Somewhere, a loudmouth was warming up their keyboard like a frog preparing to croak.

Somewhere else, a writer saw that dash and felt their shoulders drop, relieved.

In the café the next morning, Magnus handed Alec a mug that read:

YOUR SOUL IS NOT A BOT—IT'S BEAUTIFUL

Alec laughed—then kissed him over the counter, right in front of the tip jar, right in front of the menu, right in front of the world that kept trying to flatten people into categories.

It wasn't discreet. It wasn't algorithm-friendly.

It was, in every sense that mattered—

human.

 

 

THE END ❤️

 

Notes:

My loves, I hope you liked it. Please be nice in the comment section.

Fun fact:
The quotes from Alec's novel are from one of my fanfics, titled 'Marble Wings'. And yes, I wrote this story after the witch hunt against writers began, and I self-censored it. I deleted all the em dashes I wrote in it and replaced them with periods, commas, and ellipses. And yes, it was like cutting off my own fingers. It still hurts...

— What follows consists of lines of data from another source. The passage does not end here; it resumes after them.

/**
 * Literal values from JavaScript/TypeScript config files, found by a careful static scan. The
 * site's code is never executed: a key counts only when its value is a plain string, number or
 * boolean literal (or an array / object of literals); anything else (a variable, a call, a
 * template with `${}`) is "not static" and the caller uses the default and says so.
 */

/** Comments removed, strings kept (so `//` inside a string is not a comment). */
export function stripComments(src: string): string {
  let out = '';
  for (let i = 0; i < src.length; i++) {
    const c = src[i];
    if (c === '"' || c === "'" || c === '`') {
      const end = stringEnd(src, i);
      out += src.slice(i, end);
      i = end - 1;
    } else if (c === '/' && src[i + 1] === '/') {
      while (i < src.length && src[i] !== '\n') i++;
      out += '\n';
    } else if (c === '/' && src[i + 1] === '*') {
      const end = src.indexOf('*/', i + 2);
      const skipped = src.slice(i, end < 0 ? src.length : end + 2);
      out += skipped.replace(/[^\n]/g, ' ');
      i = (end < 0 ? src.length : end + 2) - 1;
    } else out += c;
  }
  return out;
}

function stringEnd(src: string, start: number): number {
  const quote = src[start];
  for (let i = start + 1; i < src.length; i++) {
    if (src[i] === '\\') i++;
    else if (src[i] === quote) return i + 1;
    else if (quote !== '`' && src[i] === '\n') return i;
  }
  return src.length;
}

/** A key's value found in the source: a literal, or not static. */
export type StaticValue = { readonly kind: 'literal'; readonly value: unknown } | { readonly kind: 'dynamic'; readonly text: string } | null;

/**
 * The value of the first `key: value` (or `key = value`) in the source, when it is a literal.
 * @returns null when the key is not there
 */
export function staticValue(src: string, key: string): StaticValue {
  const code = stripComments(src);
  const re = new RegExp(`(?:^|[\\s,{(])["']?${key}["']?\\s*[:=]\\s*`, 'm');
  const m = re.exec(code);
  if (m === null) return null;
  const at = m.index + m[0].length;
  const parsed = literalAt(code, at);
  if (parsed === null) return { kind: 'dynamic', text: code.slice(at, at + 40).split('\n')[0].trim() };
  return { kind: 'literal', value: parsed.value };
}

/** Parse a literal (string, number, boolean, null, array or object of literals) at `at`. */
export function literalAt(src: string, at: number): { value: unknown; end: number } | null {
  let i = skipSpace(src, at);
  const c = src[i];
  if (c === '"' || c === "'" || c === '`') {
    const end = stringEnd(src, i);
    const body = src.slice(i + 1, end - 1);
    if (c === '`' && body.includes('${')) return null;
    try {
      return { value: c === '"' ? JSON.parse(src.slice(i, end)) : unescape(body), end };
    } catch {
      return null;
    }
  }
  if (c === '[') {
    const items: unknown[] = [];
    i++;
    for (;;) {
      i = skipSpace(src, i);
      if (src[i] === ']') return { value: items, end: i + 1 };
      const item = literalAt(src, i);
      if (item === null) return null;
      items.push(item.value);
      i = skipSpace(src, item.end);
      if (src[i] === ',') i++;
      else if (src[i] !== ']') return null;
    }
  }
  if (c === '{') {
    const obj: Record<string, unknown> = {};
    i++;
    for (;;) {
      i = skipSpace(src, i);
      if (src[i] === '}') return { value: obj, end: i + 1 };
      const key = /^(?:"([^"]*)"|'([^']*)'|([A-Za-z_$][\w$]*))\s*:/.exec(src.slice(i, i + 200));
      if (key === null) return null;
      const value = literalAt(src, i + key[0].length);
      if (value === null) return null;
      obj[key[1] ?? key[2] ?? key[3]] = value.value;
      i = skipSpace(src, value.end);
      if (src[i] === ',') i++;
      else if (src[i] !== '}') return null;
    }
  }
  const m = /^(?:true|false|null|-?\d+(?:\.\d+)?)(?![\w$.(])/.exec(src.slice(i, i + 40));
  if (m === null) return null;
  return { value: JSON.parse(m[0]), end: i + m[0].length };
}

function skipSpace(src: string, i: number): number {
  while (i < src.length && /\s/.test(src[i])) i++;
  return i;
}

function unescape(body: string): string {
  return body.replace(/\\(.)/g, (_, ch: string) => (ch === 'n' ? '\n' : ch === 't' ? '\t' : ch));
}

If you don't know what this is about:
Recently, many Twitter users have identified the use of em dashes and even the Oxford comma as AI writing. This has turned many writers — who are human but use punctuation marks properly, as these are our tools — into targets. Sometimes it feels like a witch hunt on Twitter. There is no doubt that AI has no place in art, but publicly tearing artists apart for nothing and generalizing are not the solution to the problem.

In the middle of the big '26 AO3 down panic, let's not forget to be kind to your writers, because without them, AO3 wouldn't even exist. ❤️

As always, thank you for all the kudos, comments, and your unconditional love 🥰, it means the world to me.